# Correlation Coefficient

Correlation coefficient measures the degree to which two variables move together. Its value ranges between -1 and 1. -1 indicates perfectly negative relationship, 1 shows a perfectly positive relationship and zero means there is no linear relationship between the variables. Correlation doesn’t necessarily mean causation.

Correlation coefficient is a very important number in finance because it helps tell whether there is a relationship between say population growth and GDP growth, crude oil price and stock price of oil and gas companies, a mutual fund and the broad market index, etc. However, correlation coefficient must be used with a caveat: it doesn’t infer causation. Two variables might have a very high correlation, but it might not necessarily mean that one causes the other.

## Formula

The most common measure of correlation is called the Pearson correlation which can be calculated using the following formula:

$$\text{r}=\frac{\text{n} \sum{\text{xy}} - \sum{\text{x}} \sum{\text{y}}}{\sqrt{\left[ \text{n} \sum{\text{x}^\text{2}} - \left( \sum{\text{x}} \right)^\text{2} \right] \times \left[ \text{n} \sum{\text{y}^\text{2}} - \left( \sum{\text{y}} \right)^\text{2} \right]}}$$

If you already know the covariance between two investments, you can find correlation coefficient using the following formula:

$$\text{Correlation Coefficient}\ (\text{r})=\frac{\text{Covariance}(\text{x} \text{,} \text{y})}{\sigma _ \text{x}\sigma _ \text{y}}$$

Where σx and σy represent the standard deviation of variable x and y respectively.

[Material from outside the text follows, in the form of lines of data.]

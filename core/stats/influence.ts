import { InputError } from '../errors';

/** Default number of rows listed; the total count is always reported. */
export const INFLUENCE_LIST_LIMIT = 50;

/** Which rule a row exceeds. */
export type InfluenceRule = 'leverage > 2 df / n' | "Cook's D > 4 / n" | "Cook's D > 1";

/** One threshold with the publication it comes from. */
export interface InfluenceThreshold {
  readonly measure: 'leverage' | 'cooks';
  readonly rule: InfluenceRule;
  readonly value: number;
  readonly source: string;
}

/** A row that exceeds at least one threshold. */
export interface InfluentialRow {
  /** 0-based row index in the fitted data. */
  readonly index: number;
  /** 1-based CSV line when lines were given, else the 1-based row number. */
  readonly line: number;
  readonly leverage: number;
  readonly cooksDistance: number;
  readonly exceeds: readonly InfluenceRule[];
}

/** Thresholds, the listed rows (most influential first) and how many rows exceed any threshold. */
export interface InfluenceReport {
  readonly thresholds: readonly InfluenceThreshold[];
  readonly rows: readonly InfluentialRow[];
  readonly total: number;
}

/**
 * Rows with high leverage or large Cook's distance, most influential first (by Cook's
 * distance, then leverage, then row order). Thresholds, with n rows and df the trace of
 * the hat matrix (intercept included):
 * - leverage h_i > 2 df / n: Hoaglin & Welsch (1978), "The hat matrix in regression and
 *   ANOVA", The American Statistician 32(1), 17-22;
 * - Cook's D_i > 4 / n: common practice (e.g. Bollen & Jackman 1990, "Regression
 *   diagnostics: an expository treatment of outliers and influential cases", in Fox &
 *   Long (eds.), Modern Methods of Data Analysis);
 * - Cook's D_i > 1: Cook & Weisberg (1982), "Residuals and Influence in Regression",
 *   Chapman & Hall.
 * Non-finite Cook's distances (rows with leverage 1) count as exceeding only through
 * their leverage. At most `limit` rows are listed; `total` counts all. Cost O(n + k log k)
 * for k flagged rows.
 * Throws InputError for arrays of different lengths, n = 0 or df <= 0.
 * Example: with n = 50 and df = 2 the leverage threshold is 0.08 and Cook's 0.08 and 1.
 */
export function influentialRows(leverage: Float64Array, cooksDistance: Float64Array, df: number, lines?: Int32Array, limit: number = INFLUENCE_LIST_LIMIT): InfluenceReport {
  const n = leverage.length;
  if (n === 0) throw new InputError('influence: there are no rows');
  if (cooksDistance.length !== n) {
    throw new InputError(`influence: ${n} leverages but ${cooksDistance.length} Cook's distances`);
  }
  if (lines && lines.length !== n) throw new InputError(`influence: ${n} rows but ${lines.length} line numbers`);
  if (!(df > 0)) throw new InputError(`influence: df must be > 0, got ${df}`);
  if (!(Number.isInteger(limit) && limit >= 0)) throw new InputError(`influence: list limit must be a whole number >= 0, got ${limit}`);
  const thresholds: InfluenceThreshold[] = [
    {
      measure: 'leverage',
      rule: 'leverage > 2 df / n',
      value: (2 * df) / n,
      source: 'Hoaglin & Welsch (1978), The hat matrix in regression and ANOVA, The American Statistician 32(1)',
    },
    {
      measure: 'cooks',
      rule: "Cook's D > 4 / n",
      value: 4 / n,
      source: 'common practice (Bollen & Jackman 1990, Regression diagnostics, in Modern Methods of Data Analysis)',
    },
    {
      measure: 'cooks',
      rule: "Cook's D > 1",
      value: 1,
      source: 'Cook & Weisberg (1982), Residuals and Influence in Regression',
    },
  ];
  const leverageLimit = (2 * df) / n;
  const cooksLimit = 4 / n;
  const flagged: number[] = [];
  for (let i = 0; i < n; i++) {
    const h = leverage[i] as number;
    const d = cooksDistance[i] as number;
    if (h > leverageLimit || d > cooksLimit) flagged.push(i);
  }
  // NaN Cook's distances sort after every number.
  const key = (i: number): number => {
    const d = cooksDistance[i] as number;
    return Number.isNaN(d) ? -Infinity : d;
  };
  flagged.sort((a, b) => key(b) - key(a) || (leverage[b] as number) - (leverage[a] as number) || a - b);
  const rows: InfluentialRow[] = [];
  for (let k = 0; k < Math.min(limit, flagged.length); k++) {
    const i = flagged[k] as number;
    const h = leverage[i] as number;
    const d = cooksDistance[i] as number;
    const exceeds: InfluenceRule[] = [];
    if (h > leverageLimit) exceeds.push('leverage > 2 df / n');
    if (d > cooksLimit) exceeds.push("Cook's D > 4 / n");
    if (d > 1) exceeds.push("Cook's D > 1");
    rows.push({ index: i, line: lines ? (lines[i] as number) : i + 1, leverage: h, cooksDistance: d, exceeds });
  }
  return { thresholds, rows, total: flagged.length };
}
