import { InputError } from '../errors';
import { argsortStable } from './argsort';
import { qnorm } from './distributions';
import { selectRanks } from './selectRanks';

/** Points of a normal quantile (QQ) plot, sorted by sample value. */
export interface NormalQuantiles {
  /** Normal quantiles of the plotting positions of the kept ranks. */
  readonly theoretical: Float64Array;
  /** Sorted sample values at the kept ranks. */
  readonly sample: Float64Array;
  /** 0-based rank (in the sorted finite sample) of each kept point. */
  readonly rank: Uint32Array;
  /** 0-based index in the input of each kept point (to name rows). */
  readonly index: Uint32Array;
  /** Number of finite values (n of the plotting positions). */
  readonly n: number;
  /** Non-finite inputs left out. */
  readonly omitted: number;
}

/**
 * Normal quantile plot data: the sorted finite values against Phi^-1 of the plotting
 * positions p_i = (i - a) / (n + 1 - 2a), i = 1..n, with a = 3/8 for n <= 10 and 1/2
 * otherwise (Blom 1958, "Statistical Estimates and Transformed Beta-Variables"; R's
 * ppoints). When n exceeds `maxPoints`, the lowest and highest tenth of `maxPoints` ranks
 * are kept whole at each end (where departures from normality show) and the middle ranks
 * are thinned evenly; positions always use the full n. Non-finite inputs are skipped
 * and counted. Cost O(n): all ranks come from the radix `argsortStable`, the kept ranks of
 * a thinned sample from `selectRanks` (expected O(n log maxPoints), without ordering the rest).
 * Throws InputError when `maxPoints` is not a whole number >= 3.
 * Example: normalQuantiles(Float64Array.of(0.3, -1, 2)).theoretical =
 * qnorm([0.5/3.25, 1.5/3.25, 2.5/3.25]) (n = 3 uses a = 3/8).
 */
export function normalQuantiles(standardizedResiduals: Float64Array, maxPoints = 2000): NormalQuantiles {
  if (!(Number.isInteger(maxPoints) && maxPoints >= 3)) {
    throw new InputError(`normal quantile plot: maxPoints must be a whole number >= 3, got ${maxPoints}`);
  }
  const values = standardizedResiduals;
  let n = 0;
  for (let i = 0; i < values.length; i++) if (Number.isFinite(values[i] as number)) n++;
  // With non-finite values: the finite ones, in input order, and where each came from.
  let source: Uint32Array | undefined;
  let finite = values;
  if (n < values.length) {
    finite = new Float64Array(n);
    source = new Uint32Array(n);
    for (let i = 0, k = 0; i < values.length; i++) {
      const v = values[i] as number;
      if (Number.isFinite(v)) {
        finite[k] = v;
        source[k++] = i;
      }
    }
  }
  const kept = Math.min(n, maxPoints);
  const rank = new Uint32Array(kept);
  if (kept === n) {
    for (let k = 0; k < n; k++) rank[k] = k;
  } else {
    const tail = Math.floor(maxPoints / 10);
    const middle = kept - 2 * tail;
    for (let k = 0; k < tail; k++) {
      rank[k] = k;
      rank[kept - 1 - k] = n - 1 - k;
    }
    // Evenly spaced ranks strictly between the two tails (inclusive ends tail and n-1-tail).
    const span = n - 1 - 2 * tail;
    for (let k = 0; k < middle; k++) rank[tail + k] = tail + (middle === 1 ? 0 : Math.round((k * span) / (middle - 1)));
  }
  // Ascending, ties in input order (both are stable and `source` increases): the row at each kept rank.
  const atRank = kept === n ? argsortStable(finite) : selectRanks(finite, rank);
  const a = n <= 10 ? 0.375 : 0.5;
  const theoretical = new Float64Array(kept);
  const sample = new Float64Array(kept);
  const index = new Uint32Array(kept);
  for (let k = 0; k < kept; k++) {
    const r = rank[k] as number;
    const o = atRank[k] as number;
    const i = source ? (source[o] as number) : o;
    theoretical[k] = qnorm((r + 1 - a) / (n + 1 - 2 * a));
    sample[k] = values[i] as number;
    index[k] = i;
  }
  return { theoretical, sample, rank, index, n, omitted: values.length - n };
}
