import { breuschPaganWith, type BreuschPaganResult } from './breuschPagan';
import type { DesignRows } from './design';
import { designCrossProducts, type DesignCrossProducts } from './designCrossProducts';
import { DW_EXACT_LIMIT, durbinWatsonWith, type DurbinWatsonResult } from './durbinWatson';

/** Both residual tests that need the model's design. */
export interface DesignTestResults {
  readonly durbinWatson: DurbinWatsonResult;
  readonly breuschPagan: BreuschPaganResult;
}

/**
 * The Durbin-Watson test (`durbinWatson`) and the Breusch-Pagan test (`breuschPagan`) of
 * the same residuals, in x order, against the same design, with identical results but one
 * pass over the design rows instead of two: the cross products both need (X'X, X'AX,
 * X'A^2X, X'u) are gathered together by `designCrossProducts`. Below DW_EXACT_LIMIT rows
 * the exact Durbin-Watson path needs its own factorisation, so each test runs alone.
 * `given`: those cross products gathered already (for the same residuals and design, with
 * `squaresOf` and `differences`; core/analysis/designSums.ts sums them on a helper thread).
 * Errors are those of `durbinWatson` first, then those of `breuschPagan`.
 * Cost O(n p^2), one `design.row` call per row for n >= DW_EXACT_LIMIT.
 * Example: durbinWatsonAndBreuschPagan(e, design).breuschPagan equals breuschPagan(e, design).
 */
export function durbinWatsonAndBreuschPagan(residualsInXOrder: Float64Array, design: DesignRows, given?: DesignCrossProducts): DesignTestResults {
  const n = residualsInXOrder.length;
  const sums = given ?? (n >= DW_EXACT_LIMIT && design.p < n ? designCrossProducts(design, n, { squaresOf: residualsInXOrder, differences: true }) : undefined);
  return {
    durbinWatson: durbinWatsonWith(residualsInXOrder, design, sums),
    breuschPagan: breuschPaganWith(residualsInXOrder, design, sums),
  };
}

Correlation coefficient can also be calculated using Excel CORREL function. It’s syntax is CORREL(array1, array2). array1 and array2 represent the series of x and y values.

## Example

The following table shows the monthly close data for SPDR S&P Oil & Gas Explore & Prod. (ETF) (XOP) (designated as y variable) and Brent Crude Oil Price (designated as x variable) from 1 January 2014 to 31 December 2017:

Date x y
1/1/2014 109.95 65.75
2/1/2014 108.16 69.69
3/1/2014 108.98 71.83
4/1/2014 105.7 77.61
5/1/2014 108.63 77.04
6/1/2014 109.21 82.28
7/1/2014 110.84 75.29
8/1/2014 103.45 79.05
9/1/2014 101.12 68.83
10/1/2014 94.57 60.87
11/1/2014 84.17 51.08
12/1/2014 70.87 47.86
1/1/2015 55.27 46.18
2/1/2015 47.52 50.81
3/1/2015 61.89 51.66
4/1/2015 55.73 55.09
5/1/2015 64.13 49.53
6/1/2015 64.88 46.66
7/1/2015 62.01 38.35
8/1/2015 52.21 36.00
9/1/2015 49.56 32.84
10/1/2015 47.69 36.61
11/1/2015 49.56 37.13
12/1/2015 44.44 30.22
1/1/2016 37.28 28.49
2/1/2016 34.24 24.60
3/1/2016 36.81 30.35
4/1/2016 38.67 35.74
5/1/2016 48.13 35.52
6/1/2016 49.72 34.81
7/1/2016 50.35 34.25
8/1/2016 42.14 36.79
9/1/2016 45.45 38.46
10/1/2016 49.06 35.35
11/1/2016 48.14 41.93
12/1/2016 53.94 43.18
1/1/2017 56.82 40.08
2/1/2017 56.8 37.86
3/1/2017 56.36 37.44
4/1/2017 52.83 34.95
5/1/2017 51.52 32.57
6/1/2017 50.63 31.92
7/1/2017 47.92 32.52
8/1/2017 51.78 30.16
9/1/2017 52.75 34.09
10/1/2017 57.54 34.28
11/1/2017 60.49 35.72
12/1/2017 63.73 37.18

After working out the necessary intermediate numbers, our Pearson correlation equation looks like this:

$$\text{Correlation Coefficient}\ (\text{r})\\=\frac{\text{48} \times \text{155,384} - \text{3,064} \times \text{2,177}}{\sqrt{\left[ \text{48} \times \text{221,774} - \text{3,065}^\text{2} \right] \times \left[ \text{48} \times \text{110,526} - \text{2,177}^\text{2} \right]}}\\=\text{0.93}$$

We get the same result using Excel CORREL function as illustrated in the attached Excel Worksheet.